• _Exercise material_
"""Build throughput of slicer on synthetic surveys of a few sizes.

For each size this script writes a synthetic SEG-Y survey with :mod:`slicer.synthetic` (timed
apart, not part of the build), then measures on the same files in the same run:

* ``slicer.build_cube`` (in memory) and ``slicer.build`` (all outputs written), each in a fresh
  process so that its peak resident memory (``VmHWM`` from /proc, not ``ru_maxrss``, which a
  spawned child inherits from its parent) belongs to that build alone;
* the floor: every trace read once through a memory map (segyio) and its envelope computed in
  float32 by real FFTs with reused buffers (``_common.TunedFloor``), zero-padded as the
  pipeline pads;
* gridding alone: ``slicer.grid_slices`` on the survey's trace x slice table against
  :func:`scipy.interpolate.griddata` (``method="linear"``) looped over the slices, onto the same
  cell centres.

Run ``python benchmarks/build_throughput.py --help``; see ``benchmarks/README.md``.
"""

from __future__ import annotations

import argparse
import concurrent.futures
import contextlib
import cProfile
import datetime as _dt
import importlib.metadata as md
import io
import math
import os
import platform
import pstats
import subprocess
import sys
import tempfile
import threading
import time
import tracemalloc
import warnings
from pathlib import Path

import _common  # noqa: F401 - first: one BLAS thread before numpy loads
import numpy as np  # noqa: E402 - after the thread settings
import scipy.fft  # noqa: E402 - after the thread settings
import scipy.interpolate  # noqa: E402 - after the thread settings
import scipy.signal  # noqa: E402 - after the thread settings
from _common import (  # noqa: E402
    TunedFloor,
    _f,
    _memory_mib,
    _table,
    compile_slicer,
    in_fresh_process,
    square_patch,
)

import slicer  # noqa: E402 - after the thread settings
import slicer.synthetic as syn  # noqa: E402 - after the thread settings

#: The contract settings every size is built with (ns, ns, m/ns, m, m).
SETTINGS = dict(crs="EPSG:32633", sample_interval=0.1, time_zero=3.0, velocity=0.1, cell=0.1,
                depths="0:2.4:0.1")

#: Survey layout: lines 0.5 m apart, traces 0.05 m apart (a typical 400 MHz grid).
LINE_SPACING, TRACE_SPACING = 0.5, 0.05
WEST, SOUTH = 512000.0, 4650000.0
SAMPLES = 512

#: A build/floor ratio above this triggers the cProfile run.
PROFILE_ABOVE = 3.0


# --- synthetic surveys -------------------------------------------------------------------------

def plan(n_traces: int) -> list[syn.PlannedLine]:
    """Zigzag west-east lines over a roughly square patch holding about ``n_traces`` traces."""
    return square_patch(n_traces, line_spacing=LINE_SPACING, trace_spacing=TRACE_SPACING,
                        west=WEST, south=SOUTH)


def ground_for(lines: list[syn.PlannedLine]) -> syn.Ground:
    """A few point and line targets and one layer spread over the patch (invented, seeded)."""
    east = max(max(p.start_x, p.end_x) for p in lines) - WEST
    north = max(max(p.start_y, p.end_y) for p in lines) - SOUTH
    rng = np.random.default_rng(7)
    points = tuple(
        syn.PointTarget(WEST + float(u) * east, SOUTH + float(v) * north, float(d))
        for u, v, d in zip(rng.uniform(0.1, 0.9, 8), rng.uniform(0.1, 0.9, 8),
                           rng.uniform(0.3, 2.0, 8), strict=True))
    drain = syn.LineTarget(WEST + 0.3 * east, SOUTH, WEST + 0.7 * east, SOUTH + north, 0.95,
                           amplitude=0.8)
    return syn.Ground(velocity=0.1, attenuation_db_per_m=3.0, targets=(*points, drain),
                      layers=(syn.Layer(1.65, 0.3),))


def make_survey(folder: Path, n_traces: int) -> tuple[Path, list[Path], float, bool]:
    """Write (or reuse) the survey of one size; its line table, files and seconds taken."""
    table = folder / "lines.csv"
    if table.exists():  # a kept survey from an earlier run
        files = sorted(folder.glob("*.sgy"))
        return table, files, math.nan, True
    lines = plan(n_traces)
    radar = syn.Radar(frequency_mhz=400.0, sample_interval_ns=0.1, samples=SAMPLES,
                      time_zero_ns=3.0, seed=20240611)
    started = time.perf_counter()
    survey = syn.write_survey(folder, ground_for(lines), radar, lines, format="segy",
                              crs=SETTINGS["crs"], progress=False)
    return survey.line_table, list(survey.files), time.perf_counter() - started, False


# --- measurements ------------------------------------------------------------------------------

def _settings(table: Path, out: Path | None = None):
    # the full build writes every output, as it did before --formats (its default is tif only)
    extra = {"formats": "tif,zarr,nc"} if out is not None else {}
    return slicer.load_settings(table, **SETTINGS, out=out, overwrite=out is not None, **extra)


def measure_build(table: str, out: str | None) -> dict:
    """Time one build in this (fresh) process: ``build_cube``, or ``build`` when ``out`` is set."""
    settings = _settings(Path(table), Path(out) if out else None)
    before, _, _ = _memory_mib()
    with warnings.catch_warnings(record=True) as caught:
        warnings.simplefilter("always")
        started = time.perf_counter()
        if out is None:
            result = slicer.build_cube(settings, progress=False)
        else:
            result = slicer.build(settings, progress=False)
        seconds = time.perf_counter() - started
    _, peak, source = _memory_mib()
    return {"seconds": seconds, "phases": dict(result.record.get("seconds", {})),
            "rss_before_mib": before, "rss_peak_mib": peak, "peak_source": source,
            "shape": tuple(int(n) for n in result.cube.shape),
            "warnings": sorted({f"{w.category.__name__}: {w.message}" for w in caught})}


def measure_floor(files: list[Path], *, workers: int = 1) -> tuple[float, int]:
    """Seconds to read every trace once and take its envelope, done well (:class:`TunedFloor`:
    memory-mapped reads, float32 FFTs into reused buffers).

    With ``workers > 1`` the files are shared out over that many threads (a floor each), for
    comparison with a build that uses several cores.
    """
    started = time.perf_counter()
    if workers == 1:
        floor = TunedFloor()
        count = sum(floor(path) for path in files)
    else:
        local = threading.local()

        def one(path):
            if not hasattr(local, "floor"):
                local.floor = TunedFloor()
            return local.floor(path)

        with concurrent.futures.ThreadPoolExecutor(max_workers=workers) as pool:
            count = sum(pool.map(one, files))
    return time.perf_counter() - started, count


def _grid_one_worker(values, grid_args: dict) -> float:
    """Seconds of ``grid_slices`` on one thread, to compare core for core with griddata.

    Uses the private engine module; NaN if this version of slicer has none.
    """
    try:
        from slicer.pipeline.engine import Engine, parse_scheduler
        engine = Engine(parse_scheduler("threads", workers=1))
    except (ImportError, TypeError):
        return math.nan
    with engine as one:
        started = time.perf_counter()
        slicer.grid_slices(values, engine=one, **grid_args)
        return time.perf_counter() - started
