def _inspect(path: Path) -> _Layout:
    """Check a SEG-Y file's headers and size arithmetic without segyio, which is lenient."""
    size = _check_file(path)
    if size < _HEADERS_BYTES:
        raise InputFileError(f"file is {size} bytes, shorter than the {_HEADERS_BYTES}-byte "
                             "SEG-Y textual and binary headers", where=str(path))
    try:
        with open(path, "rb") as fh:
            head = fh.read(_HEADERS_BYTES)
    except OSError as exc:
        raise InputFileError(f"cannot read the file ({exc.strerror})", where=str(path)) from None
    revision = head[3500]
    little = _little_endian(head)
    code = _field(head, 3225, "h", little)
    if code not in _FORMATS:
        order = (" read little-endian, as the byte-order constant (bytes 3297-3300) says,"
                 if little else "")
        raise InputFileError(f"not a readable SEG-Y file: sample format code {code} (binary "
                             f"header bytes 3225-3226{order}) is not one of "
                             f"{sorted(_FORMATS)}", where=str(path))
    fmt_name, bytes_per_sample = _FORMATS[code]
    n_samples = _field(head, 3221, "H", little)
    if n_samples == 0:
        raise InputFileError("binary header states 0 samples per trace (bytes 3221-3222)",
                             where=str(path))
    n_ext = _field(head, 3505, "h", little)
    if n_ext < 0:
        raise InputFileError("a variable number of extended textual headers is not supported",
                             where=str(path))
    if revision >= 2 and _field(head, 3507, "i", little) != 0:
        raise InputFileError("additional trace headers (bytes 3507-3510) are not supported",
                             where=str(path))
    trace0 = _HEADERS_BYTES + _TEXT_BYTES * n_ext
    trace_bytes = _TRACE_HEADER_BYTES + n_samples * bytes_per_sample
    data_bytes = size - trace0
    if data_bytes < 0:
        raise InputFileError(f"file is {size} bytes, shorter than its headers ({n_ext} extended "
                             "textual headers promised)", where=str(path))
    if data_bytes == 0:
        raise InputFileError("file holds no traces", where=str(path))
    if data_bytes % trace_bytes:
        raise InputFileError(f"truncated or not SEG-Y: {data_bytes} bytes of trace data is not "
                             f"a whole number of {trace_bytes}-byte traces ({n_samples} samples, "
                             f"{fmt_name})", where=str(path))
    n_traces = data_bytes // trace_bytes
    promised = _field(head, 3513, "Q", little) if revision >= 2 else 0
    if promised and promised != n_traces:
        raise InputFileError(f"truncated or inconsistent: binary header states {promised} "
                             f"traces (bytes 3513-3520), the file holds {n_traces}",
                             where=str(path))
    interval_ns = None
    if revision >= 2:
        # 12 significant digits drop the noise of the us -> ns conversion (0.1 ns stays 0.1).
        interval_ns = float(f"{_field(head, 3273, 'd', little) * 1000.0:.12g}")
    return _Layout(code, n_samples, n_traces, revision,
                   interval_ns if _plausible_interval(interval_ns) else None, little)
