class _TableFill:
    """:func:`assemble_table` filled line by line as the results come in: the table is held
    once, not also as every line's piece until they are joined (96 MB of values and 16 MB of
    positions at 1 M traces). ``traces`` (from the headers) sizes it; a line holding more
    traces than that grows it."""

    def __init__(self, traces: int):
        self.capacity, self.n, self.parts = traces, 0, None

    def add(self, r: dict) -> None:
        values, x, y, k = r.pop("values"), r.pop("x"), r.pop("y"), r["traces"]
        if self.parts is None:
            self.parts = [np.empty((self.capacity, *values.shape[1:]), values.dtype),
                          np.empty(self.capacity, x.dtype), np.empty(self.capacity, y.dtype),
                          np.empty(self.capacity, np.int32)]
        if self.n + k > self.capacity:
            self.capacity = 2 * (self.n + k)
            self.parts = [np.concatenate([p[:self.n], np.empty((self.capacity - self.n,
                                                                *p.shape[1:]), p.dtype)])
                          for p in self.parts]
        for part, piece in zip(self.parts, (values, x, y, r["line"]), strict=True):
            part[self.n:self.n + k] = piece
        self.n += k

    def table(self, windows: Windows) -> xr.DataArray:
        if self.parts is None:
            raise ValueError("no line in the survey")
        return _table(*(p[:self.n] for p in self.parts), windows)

...

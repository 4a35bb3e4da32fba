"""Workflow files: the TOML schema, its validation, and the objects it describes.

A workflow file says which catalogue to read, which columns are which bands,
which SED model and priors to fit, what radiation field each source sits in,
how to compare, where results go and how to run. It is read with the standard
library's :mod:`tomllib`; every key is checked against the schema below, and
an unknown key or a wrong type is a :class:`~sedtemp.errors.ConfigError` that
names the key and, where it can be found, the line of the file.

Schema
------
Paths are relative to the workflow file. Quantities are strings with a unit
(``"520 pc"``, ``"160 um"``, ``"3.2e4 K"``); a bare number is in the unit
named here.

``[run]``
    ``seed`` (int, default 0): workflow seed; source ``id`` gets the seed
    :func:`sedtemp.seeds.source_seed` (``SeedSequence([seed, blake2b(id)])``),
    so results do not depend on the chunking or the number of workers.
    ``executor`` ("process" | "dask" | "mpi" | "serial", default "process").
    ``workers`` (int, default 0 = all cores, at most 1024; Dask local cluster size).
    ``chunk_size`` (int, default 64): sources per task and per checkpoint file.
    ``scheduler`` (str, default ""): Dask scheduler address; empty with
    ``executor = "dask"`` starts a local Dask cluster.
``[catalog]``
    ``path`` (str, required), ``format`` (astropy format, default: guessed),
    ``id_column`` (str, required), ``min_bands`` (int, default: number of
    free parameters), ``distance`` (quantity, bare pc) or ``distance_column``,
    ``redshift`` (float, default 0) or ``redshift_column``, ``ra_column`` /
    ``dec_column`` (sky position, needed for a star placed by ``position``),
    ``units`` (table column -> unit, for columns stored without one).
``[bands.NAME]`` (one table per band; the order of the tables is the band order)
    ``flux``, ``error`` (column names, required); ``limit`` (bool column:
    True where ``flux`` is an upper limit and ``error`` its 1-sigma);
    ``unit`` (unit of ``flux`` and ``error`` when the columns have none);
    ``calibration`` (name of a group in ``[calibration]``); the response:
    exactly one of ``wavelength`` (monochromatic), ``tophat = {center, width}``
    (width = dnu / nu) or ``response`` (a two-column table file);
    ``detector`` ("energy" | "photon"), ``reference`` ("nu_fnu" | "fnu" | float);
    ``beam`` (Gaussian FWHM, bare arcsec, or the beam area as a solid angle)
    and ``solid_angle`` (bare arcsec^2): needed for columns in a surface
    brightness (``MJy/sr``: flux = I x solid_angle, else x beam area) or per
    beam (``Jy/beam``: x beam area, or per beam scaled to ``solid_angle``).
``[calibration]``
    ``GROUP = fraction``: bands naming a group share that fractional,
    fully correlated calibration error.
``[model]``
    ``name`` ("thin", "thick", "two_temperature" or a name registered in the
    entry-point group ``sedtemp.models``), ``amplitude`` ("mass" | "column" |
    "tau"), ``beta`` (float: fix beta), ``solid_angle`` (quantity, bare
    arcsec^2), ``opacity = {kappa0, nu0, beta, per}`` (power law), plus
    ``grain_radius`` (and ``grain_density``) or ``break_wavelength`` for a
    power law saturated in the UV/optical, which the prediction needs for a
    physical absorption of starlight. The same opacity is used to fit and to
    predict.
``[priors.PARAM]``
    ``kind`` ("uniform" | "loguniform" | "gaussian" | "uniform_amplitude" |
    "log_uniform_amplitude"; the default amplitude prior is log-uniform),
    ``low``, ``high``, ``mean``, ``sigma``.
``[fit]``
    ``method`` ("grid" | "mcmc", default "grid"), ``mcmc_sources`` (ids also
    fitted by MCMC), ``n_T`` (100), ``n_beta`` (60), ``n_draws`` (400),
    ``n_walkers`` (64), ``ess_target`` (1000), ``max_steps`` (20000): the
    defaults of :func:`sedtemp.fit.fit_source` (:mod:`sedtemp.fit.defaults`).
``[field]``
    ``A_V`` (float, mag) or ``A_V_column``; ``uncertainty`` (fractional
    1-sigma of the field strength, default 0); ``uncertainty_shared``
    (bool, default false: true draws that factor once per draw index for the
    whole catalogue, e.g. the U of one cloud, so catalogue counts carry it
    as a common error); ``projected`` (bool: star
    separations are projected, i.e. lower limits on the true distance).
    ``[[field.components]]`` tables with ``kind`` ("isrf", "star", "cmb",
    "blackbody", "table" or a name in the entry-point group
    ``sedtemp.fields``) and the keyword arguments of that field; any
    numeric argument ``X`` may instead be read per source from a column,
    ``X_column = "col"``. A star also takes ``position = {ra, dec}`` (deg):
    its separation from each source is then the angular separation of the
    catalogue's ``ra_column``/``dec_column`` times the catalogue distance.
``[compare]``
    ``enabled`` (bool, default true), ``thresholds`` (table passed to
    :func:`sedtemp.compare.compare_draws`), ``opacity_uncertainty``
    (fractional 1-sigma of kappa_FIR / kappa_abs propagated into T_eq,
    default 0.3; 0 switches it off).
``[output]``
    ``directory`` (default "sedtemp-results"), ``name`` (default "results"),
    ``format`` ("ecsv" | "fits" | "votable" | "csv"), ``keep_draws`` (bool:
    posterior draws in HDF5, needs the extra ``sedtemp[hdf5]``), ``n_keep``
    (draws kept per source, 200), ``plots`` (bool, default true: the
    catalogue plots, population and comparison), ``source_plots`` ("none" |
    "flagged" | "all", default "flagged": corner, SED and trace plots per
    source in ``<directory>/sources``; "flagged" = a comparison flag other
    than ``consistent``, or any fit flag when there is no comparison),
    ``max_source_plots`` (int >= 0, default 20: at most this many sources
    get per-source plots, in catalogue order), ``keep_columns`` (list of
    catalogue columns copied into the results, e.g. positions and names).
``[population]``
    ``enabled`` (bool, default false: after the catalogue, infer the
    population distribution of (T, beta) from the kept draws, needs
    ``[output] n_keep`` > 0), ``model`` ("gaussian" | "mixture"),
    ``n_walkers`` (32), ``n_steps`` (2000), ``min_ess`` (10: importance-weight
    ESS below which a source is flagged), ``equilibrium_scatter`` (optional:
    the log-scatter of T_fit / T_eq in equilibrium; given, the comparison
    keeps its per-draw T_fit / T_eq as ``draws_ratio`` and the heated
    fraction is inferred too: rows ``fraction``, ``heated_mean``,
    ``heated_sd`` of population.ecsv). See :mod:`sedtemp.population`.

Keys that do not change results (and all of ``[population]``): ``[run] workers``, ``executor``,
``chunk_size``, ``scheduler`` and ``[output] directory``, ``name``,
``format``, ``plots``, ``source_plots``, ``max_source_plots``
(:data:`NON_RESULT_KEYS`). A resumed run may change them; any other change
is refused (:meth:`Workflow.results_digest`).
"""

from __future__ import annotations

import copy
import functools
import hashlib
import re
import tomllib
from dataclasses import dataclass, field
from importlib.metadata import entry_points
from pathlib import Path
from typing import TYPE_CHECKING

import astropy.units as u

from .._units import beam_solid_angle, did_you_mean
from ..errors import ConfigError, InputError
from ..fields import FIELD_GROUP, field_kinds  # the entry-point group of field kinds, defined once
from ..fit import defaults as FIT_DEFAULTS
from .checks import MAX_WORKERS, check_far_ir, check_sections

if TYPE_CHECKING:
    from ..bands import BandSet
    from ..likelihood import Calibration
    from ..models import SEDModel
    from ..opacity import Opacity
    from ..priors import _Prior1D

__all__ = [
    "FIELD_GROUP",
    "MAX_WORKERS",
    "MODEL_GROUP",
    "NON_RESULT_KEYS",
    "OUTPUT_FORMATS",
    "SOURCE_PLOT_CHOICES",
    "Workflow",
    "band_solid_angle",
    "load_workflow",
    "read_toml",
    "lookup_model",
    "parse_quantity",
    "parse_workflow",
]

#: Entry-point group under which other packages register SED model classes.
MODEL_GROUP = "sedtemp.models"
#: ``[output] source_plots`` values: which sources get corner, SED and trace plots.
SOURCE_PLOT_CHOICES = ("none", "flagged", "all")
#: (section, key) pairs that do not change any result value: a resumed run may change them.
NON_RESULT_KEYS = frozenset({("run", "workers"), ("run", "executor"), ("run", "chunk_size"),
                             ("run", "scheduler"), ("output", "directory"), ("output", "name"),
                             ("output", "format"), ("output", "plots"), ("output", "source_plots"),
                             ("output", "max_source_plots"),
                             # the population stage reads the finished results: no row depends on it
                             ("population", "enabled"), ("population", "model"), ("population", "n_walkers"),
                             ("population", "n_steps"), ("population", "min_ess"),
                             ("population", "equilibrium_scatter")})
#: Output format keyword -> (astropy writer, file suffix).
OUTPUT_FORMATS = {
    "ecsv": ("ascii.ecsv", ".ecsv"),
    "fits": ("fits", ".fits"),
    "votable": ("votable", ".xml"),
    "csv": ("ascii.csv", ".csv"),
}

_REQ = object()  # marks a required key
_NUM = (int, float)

• _Task directions_
Pull every line containing "windows" from the material above.

• _Answer space_
    def table(self, windows: Windows) -> xr.DataArray:
        return _table(*(p[:self.n] for p in self.parts), windows)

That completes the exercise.